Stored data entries

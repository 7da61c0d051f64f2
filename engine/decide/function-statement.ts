import type { Budget } from '../arith/budget';
import type { Element } from '../expression/element';
import type { Expression } from '../expression/expression';
import { Refusal } from '../expression/refusal';
import type { Span } from '../expression/span';
import { factoredFunctions, type FactoredFunctions } from '../field/factored-function';
import type { FunctionField } from '../field/function-field';
import type { Polynomial } from '../field/polynomial';
import { functionSight, type FunctionEntry, type FunctionSight, type Prime } from '../place/function-entry';
import { lower } from '../ring/lower';
import type { Term } from '../ring/term';
import { unitReader } from './read-unit';
import { termsByIndex } from './terms-by-index';

/** What reading words over k(t) needs to know of k. */
export interface Constants<E> {
  readonly functions: FunctionField<E>;
  /** Different names for different constants, without commas. */
  nameOf(c: E): string;
  /** The irreducible factors of a monic polynomial of degree ≥ 2. */
  factor(f: Polynomial<E>): readonly Prime<E>[];
  /** The fixed order of monic irreducible polynomials: by degree first. */
  compare(f: Polynomial<E>, g: Polynomial<E>): number;
}

/** Words over k(t) in kernel form, with the places at which they ramify. */
export interface FunctionStatement<E> {
  readonly functions: FunctionField<E>;
  readonly written: FactoredFunctions<E>;
  readonly sides: readonly (readonly Term<FunctionEntry<E>>[])[];
  readonly sight: FunctionSight<E>;
  /** The indices of the places in sight, in the fixed order. */
  order(): readonly number[];
  /** The fixed order of places by their indices. */
  compare(i: number, j: number): number;
  /** The terms of a side that ramify at the place with this index, in order. */
  terms(side: number, index: number): readonly Term<FunctionEntry<E>>[];
}

/** Reads the entries of expressions as units of k(t). */
export function functionStatement<E>(
  { functions, nameOf, factor, compare }: Constants<E>,
  expressions: readonly Expression[],
  budget: Budget,
): FunctionStatement<E> {
  const written = factoredFunctions(functions);
  const sight = functionSight(functions.base, nameOf, (f, at) => placed(at, () => factor(f)));
  const read = unitReader(written, budget);
  const entry = (element: Element): FunctionEntry<E> => sight.entry(read(element), element.at);
  const sides = expressions.map((side) => lower(side, entry));
  const { places } = sight;
  const bySide = sides.map((side) => termsByIndex(side, places.length, ({ exponents }) => exponents));
  const byIndex = (i: number, j: number): number => compare(places[i] ?? [], places[j] ?? []);
  return {
    functions,
    written,
    sides,
    sight,
    order: () => [...places.keys()].sort(byIndex),
    compare: byIndex,
    terms: (side, index) => bySide[side]?.(index) ?? [],
  };
}

/** Runs a factorisation; a budget that ends inside it is about the entry at hand. */
function placed<T>(at: Span | undefined, work: () => T): T {
  try {
    return work();
  } catch (error) {
    if (error instanceof Refusal && error.code === 'budget' && error.at === undefined)
      throw new Refusal('budget', error.message, at);
    throw error;
  }
}
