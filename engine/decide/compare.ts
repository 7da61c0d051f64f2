import type { Budget } from '../arith/budget';
import type { Expression } from '../expression/expression';
import type { Condition } from '../expression/statement';
import { expressionText } from '../expression/to-text';
import type { DecidableField, Open, Search } from './decidable-field';
import type { Finding } from './finding';
import type { Compared, CompareOutcome, ComparedDegree, Evidence, MapName, Separating, Verdict } from './outcome';

/**
 * Decides left = right in K^MW_*(F) by homomorphisms, degree by degree, never by expansion.
 *
 * Two classes are equal iff they agree in Milnor K-theory and in the Witt ring (the pull-back theorem: F. Morel, Comment. Math. Helv.
 * 79, 2004; S. Gille, S. Scully, C. Zhong, Adv. Math. 286, 2016); which maps see all of both depends on the field and is named in
 * `evidence.theorem`. Throws a Refusal for entries that are no units, conditions that cannot be used and limits that are passed.
 */
export function compare(
  field: DecidableField,
  left: Expression,
  right: Expression,
  conditions: readonly Condition[],
  budget: Budget,
): CompareOutcome {
  const { findings, theorem, open = [], search } = field.decide(left, right, conditions, budget);
  const unseen = [...(search?.verdicts.keys() ?? []), ...open.map(({ degree }) => degree)];
  const byDegree = new Map<number, Finding[]>(unseen.map((degree) => [degree, []]));
  for (const finding of findings) {
    const here = byDegree.get(finding.degree);
    if (here === undefined) byDegree.set(finding.degree, [finding]);
    else here.push(finding);
  }
  const parts = [...byDegree]
    .sort(([a], [b]) => b - a)
    .map(([degree, here]): ComparedDegree => ({
      degree,
      verdict: search?.verdicts.get(degree) ?? verdictOf(here, isOpen(open, degree)),
      compared: here.map(compared),
    }));
  const separating = firstDifference(findings);
  return {
    verdict: overall(parts),
    parts,
    sideConditions: field.sideConditions([left, right], conditions, budget),
    evidence: {
      kind: search?.counterexample === undefined ? 'invariants' : 'counterexample',
      ...(separating && { separating: describe(separating) }),
      theorem: withOpen(theorem, open),
      ...(search === undefined ? quotients(findings, open) : searched(search)),
    },
  };
}

const verdictOf = (findings: readonly Finding[], open: boolean): Verdict =>
  findings.some((finding) => !finding.same) ? 'different' : open ? 'undecided' : 'equal';

const isOpen = (open: readonly Open[], degree: number): boolean =>
  open.some((part) => part.verdict && part.degree === degree);

/** The theorem, and what the maps do not see. */
function withOpen(theorem: string, open: readonly Open[]): string {
  const missing = new Set(open.filter(({ verdict }) => verdict).map((part) => part.missing));
  return missing.size === 0 ? theorem : `${theorem} Not settled: ${[...missing].join('; ')}.`;
}

const overall = (parts: readonly ComparedDegree[]): Verdict =>
  parts.some(({ verdict }) => verdict === 'different')
    ? 'different'
    : parts.some(({ verdict }) => verdict === 'undecided')
      ? 'undecided'
      : 'equal';

/** What is known modulo η and modulo h; what is open stays out. */
function quotients(findings: readonly Finding[], open: readonly Open[]): Pick<Evidence, 'modEta' | 'modH'> {
  const modEta = findings.every((finding) => finding.sameModEta);
  const modH = findings.every((finding) => finding.sameModH);
  return {
    ...(!(modEta && open.some((part) => part.modEta)) && { modEta }),
    ...(!(modH && open.some((part) => part.modH)) && { modH }),
  };
}

const searched = ({ modEta, modH, counterexample, relations, tried }: Search): Partial<Evidence> => ({
  ...(modEta !== undefined && { modEta }),
  ...(modH !== undefined && { modH }),
  ...(counterexample && { counterexample }),
  ...(relations && { relations }),
  tried,
});

function compared(finding: Finding): Compared {
  const left = finding.left();
  return {
    map: finding.map,
    ...(finding.place !== undefined && { place: finding.place }),
    left,
    right: finding.same ? left : finding.right(),
    same: finding.same,
    zero: finding.zero,
    target: finding.target(),
  };
}

/** The first difference in the highest degree in which there is one: the most elementary map comes first. */
function firstDifference(findings: readonly Finding[]): Finding | undefined {
  return findings
    .filter((finding) => !finding.same)
    .reduce<Finding | undefined>(
      (best, next) => (best === undefined || next.degree > best.degree ? next : best),
      undefined,
    );
}

const NOUN: Readonly<Record<MapName, string>> = {
  rank: 'rank',
  signature: 'signature',
  residue: 'residue',
  specialisation: 'specialisation',
  product: 'product of entries',
  symbol: 'symbol',
  discriminant: 'discriminant',
  hasse: 'Hasse invariant',
  class: 'class',
  word: 'coefficient',
};

function describe(finding: Finding): Separating {
  const [left, right] = [finding.left(), finding.right()];
  const where =
    finding.place === undefined ? '' : finding.place === 'real' ? ', at the real place' : `, at ${finding.place}`;
  const values = `the left side has ${NOUN[finding.map]} ${expressionText(left)} and the right side ${expressionText(right)}`;
  return {
    degree: finding.degree,
    map: finding.map,
    ...(finding.place !== undefined && { place: finding.place }),
    left,
    right,
    sentence: `Different in degree ${finding.degree}${where}. There ${values}. ${finding.reason()}`,
  };
}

**TASK REQUIREMENTS:**
Please return every line from the first one in the records above down to the line containing "readonly sides: readonly", including both, exactly as written and nothing more.

**RESPONSE BOX:**
repository 7da61c0d051f64f2
filename engine/decide/function-statement.ts
import type { Budget } from '../arith/budget';
import type { Element } from '../expression/element';
import type { Expression } from '../expression/expression';
import { Refusal } from '../expression/refusal';
import type { Span } from '../expression/span';
import { factoredFunctions, type FactoredFunctions } from '../field/factored-function';
import type { FunctionField } from '../field/function-field';
import type { Polynomial } from '../field/polynomial';
import { functionSight, type FunctionEntry, type FunctionSight, type Prime } from '../place/function-entry';
import { lower } from '../ring/lower';
import type { Term } from '../ring/term';
import { unitReader } from './read-unit';
import { termsByIndex } from './terms-by-index';

/** What reading words over k(t) needs to know of k. */
export interface Constants<E> {
  readonly functions: FunctionField<E>;
  /** Different names for different constants, without commas. */
  nameOf(c: E): string;
  /** The irreducible factors of a monic polynomial of degree ≥ 2. */
  factor(f: Polynomial<E>): readonly Prime<E>[];
  /** The fixed order of monic irreducible polynomials: by degree first. */
  compare(f: Polynomial<E>, g: Polynomial<E>): number;
}

/** Words over k(t) in kernel form, with the places at which they ramify. */
export interface FunctionStatement<E> {
  readonly functions: FunctionField<E>;
  readonly written: FactoredFunctions<E>;
  readonly sides: readonly (readonly Term<FunctionEntry<E>>[])[];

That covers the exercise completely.